Building with intention
The intention statement isn’t meant to be a static, use-once artifact, it’s an active tool that guides ongoing decisions and evolution.
Regular intention reviews
Weekly: 15-minute review
- Are we accepting only features that serve our WHO?
- Are we staying within same set of CONSTRAINTS per agent?
- Are we tracking toward our WHY?
Monthly: Alignment check
- Is our Impact Score trending as predicted?
- Should we adjust scope to maintain concentration?
- What would our first users say about recent additions?
Quarterly: Full revision
- Has our understanding of WHO evolved?
- Should we graduate from individual to production mode?
- Is it time to spawn a second, separate agent to serve a different intention?
Three patterns for intentional evolution
Here are three patterns can help us evolve agentic systems without losing focus.
1. Deepen (most common)
Keep the same intention but serve it more powerfully. Instead of adding adjacent features, enhance the core workflow with richer capabilities, better accuracy, or faster performance.
For example, an agent that “explains Python functions” might evolve to provide interactive examples, visualize call graphs, or trace execution paths, all deepening the original explanation goal without changing the fundamental intention.
Signs we should deepen:
- Users love the core feature but want it to do more
- The original challenge still isn’t fully solved
- We can 10x the impact without changing the WHO or WHAT
2. Fork (when intentions diverge)
When users request features that would violate the original constraints or serve different workflows, create a separate agent with its own intention statement rather than diluting the original.

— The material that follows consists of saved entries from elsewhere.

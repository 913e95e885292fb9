"""Shipped files keep to their schemas, though loading trusts them; faults of a pack name file, key and nearest name."""

from __future__ import annotations

import json
from importlib.resources import files
from pathlib import Path
from typing import Any

import jsonschema
import pytest
import yaml

from verify.errors import ConfigurationError
from verify.findings.result import RecordResult, Verdict
from verify.resources import shipped
from verify.rulebook.registry import judge_in_registry
from verify.rulebook.source import NOT_RULES, load_rulebook, read_pack

RULES = Path(str(shipped()))
FAMILIES = sorted(p for p in RULES.glob("*/*.yaml") if p.parent.name not in NOT_RULES)
POLICIES = sorted((RULES / "policies").glob("*.yaml"))
RULE: dict[str, Any] = {
    "id": "too-far", "title": "A shift too far down", "scope": "signal", "level": "note",
    "when": "signal.shift > 20.0", "message": "{signal.words} is far", "remedy": "Look at it again.",
    "basis": "common practice", "locus": "shift",
    "examples": [{"says": "far", "facts": {"signal.shift": 21.0}, "fires": True}, {"says": "near", "fires": False}],
}  # fmt: skip


def _schema(name: str) -> jsonschema.Draft202012Validator:
    text = files("verify.rulebook").joinpath(f"{name}.schema.json").read_text(encoding="utf-8")
    return jsonschema.Draft202012Validator(json.loads(text))


@pytest.mark.parametrize(("schema", "paths"), [("rule", FAMILIES), ("policy", POLICIES)])
def test_shipped_files_keep_to_their_schema(schema: str, paths: list[Path]) -> None:
    validator = _schema(schema)
    assert paths
    for path in paths:
        found = yaml.safe_load(path.read_text(encoding="utf-8"))
        assert [f"{path.name}: {e.message}" for e in validator.iter_errors(found)] == []


def test_no_id_is_shipped_twice() -> None:
    assert len({path.name for path in FAMILIES}) == len(FAMILIES)


def _pack(folder: Path, **changes: Any) -> Path:
    rule = RULE | changes
    (folder / f"{RULE['id']}.yaml").write_text(yaml.safe_dump(rule), encoding="utf-8")
    return folder


def test_a_pack_is_read(tmp_path: Path) -> None:
    assert [rule.id for rule in read_pack(_pack(tmp_path))] == ["too-far"]


def test_an_id_twice_in_a_pack_is_refused(tmp_path: Path) -> None:
    for name in ("one", "two"):
        (tmp_path / name).mkdir()
        _pack(tmp_path / name)
    with pytest.raises(ConfigurationError, match=r"two/too-far\.yaml: the id 'too-far' is that of .*one/"):
        read_pack(tmp_path)


@pytest.mark.parametrize(
    ("changes", "words"),
    [
        ({"when": "signal.shft > 1.0"}, "no fact 'signal.shft'; did you mean 'shift'"),
        ({"when": "sgnal.shift > 1.0"}, "did you mean 'signal'"),
        ({"when": "shift > 1.0"}, "'shift' alone is no fact"),
        ({"message": "{signal.shft} is far"}, "message: .*did you mean 'shift'"),
        ({"remdy": "x"}, "did you mean 'remedy'"),
        ({"level": "fatal"}, "level: 'fatal' is not one of"),
        ({"id": "other"}, "the file's name says 'too-far'"),
        ({"scope": "mass"}, "has no facts 'signal"),
    ],
)
def test_a_faulty_rule_names_file_key_and_nearest(tmp_path: Path, changes: dict[str, Any], words: str) -> None:
    with pytest.raises(ConfigurationError, match=words) as told:
        read_pack(_pack(tmp_path, **changes))
    assert "too-far.yaml" in str(told.value)


def test_a_registry_rule_that_breaks_is_told_and_stops_no_other(tmp_path: Path) -> None:
    odd = {"scope": "registry", "when": "registry.same_id > 1.0", "message": "never said", "locus": "record"}
    rulebook = load_rulebook(packs=(str(_pack(tmp_path, **odd, examples=RULE["examples"][1:] * 2)),))
    facts = {"registry": {"same_id": "a.yaml", "same_structure": "", "same_list": "", "nucleus": ""}}
    judged = judge_in_registry(RecordResult("A", "", Verdict.CONSISTENT, ()), facts, {}, rulebook)
    assert {f.rule for f in judged.findings} == {"duplicate-compound", "rule-fault"}
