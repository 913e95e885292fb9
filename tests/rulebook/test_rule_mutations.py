"""A rule that is taken out, or whose condition is turned at one place, fails at least one of its examples."""

from __future__ import annotations

import re
from collections.abc import Iterator
from dataclasses import replace

import pytest

from verify.rulebook.conditions import Condition
from verify.rulebook.examples import failures
from verify.rulebook.model import Rule
from verify.rulebook.source import load_rulebook

RULEBOOK = load_rulebook("registration")
TURNED = {"&&": "||", "||": "&&", ">=": "<", "<=": ">", ">": "<=", "<": ">=", "==": "!=", "!=": "=="}
OPERATOR = re.compile("|".join(sorted(map(re.escape, TURNED), key=len, reverse=True)))


def turned(source: str) -> Iterator[str]:
    """The condition with one operator turned, for each of its operators."""
    for found in OPERATOR.finditer(source):
        yield source[: found.start()] + TURNED[found[0]] + source[found.end() :]


def unnoticed(rule: Rule) -> list[str]:
    """Changed conditions that every example of the rule still agrees with."""
    changed = ("false", "true", *turned(rule.condition.source))
    return [c for c in changed if not failures(replace(rule, condition=Condition(c)), RULEBOOK.policy.limits)]


@pytest.mark.parametrize("rule", RULEBOOK.rules, ids=lambda rule: rule.id)
def test_a_changed_condition_is_noticed(rule: Rule) -> None:
    assert unnoticed(rule) == []


def test_a_rule_with_too_few_examples_is_found() -> None:
    rule = next(rule for rule in RULEBOOK.rules if rule.id == "residual-solvent-listed")
    assert unnoticed(replace(rule, examples=rule.examples[:1]))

For example, if our read-only documentation analyzer users keep asking for auto-fixing capabilities, don’t break the read-only constraint. Instead, spawn a sibling “documentation fixer” agent with write permissions and its own clear intention.
Signs we should fork:
- Feature requests conflict with core constraints
- Different user segments want opposing behaviors
- The new capability would require fundamentally different architecture
3. Pivot (rare but necessary)
Sometimes we discover the original intention missed the real opportunity entirely. Pivoting means admitting this, crafting a new intention statement, and potentially deprecating the original approach.
For example, we might build an agent to “help write better commit messages” only to discover developers actually by far struggle most with understanding what changed in their code. The pivot refocuses entirely on workflows to support change analysis rather than message crafting.
Signs we should pivot:
- User adoption is minimal despite technical success
- Users consistently use the tool for unintended purposes
- The real challenge is adjacent to, but different from, the original assumption
The power of precision
This framework helps us maintain intentional precision through the entire lifecycle of agents, from initial idea through production evolution.
If you believe that a sharp intention that serves 20 users excellently beats a vague intention that serves 2,000 users poorly, this framework is for you. Use it, modify it, maybe implement it as agentic workflows and use it to efficiently validate design ideas. Pass it around. Because with agentic AI, intention is power (and profit).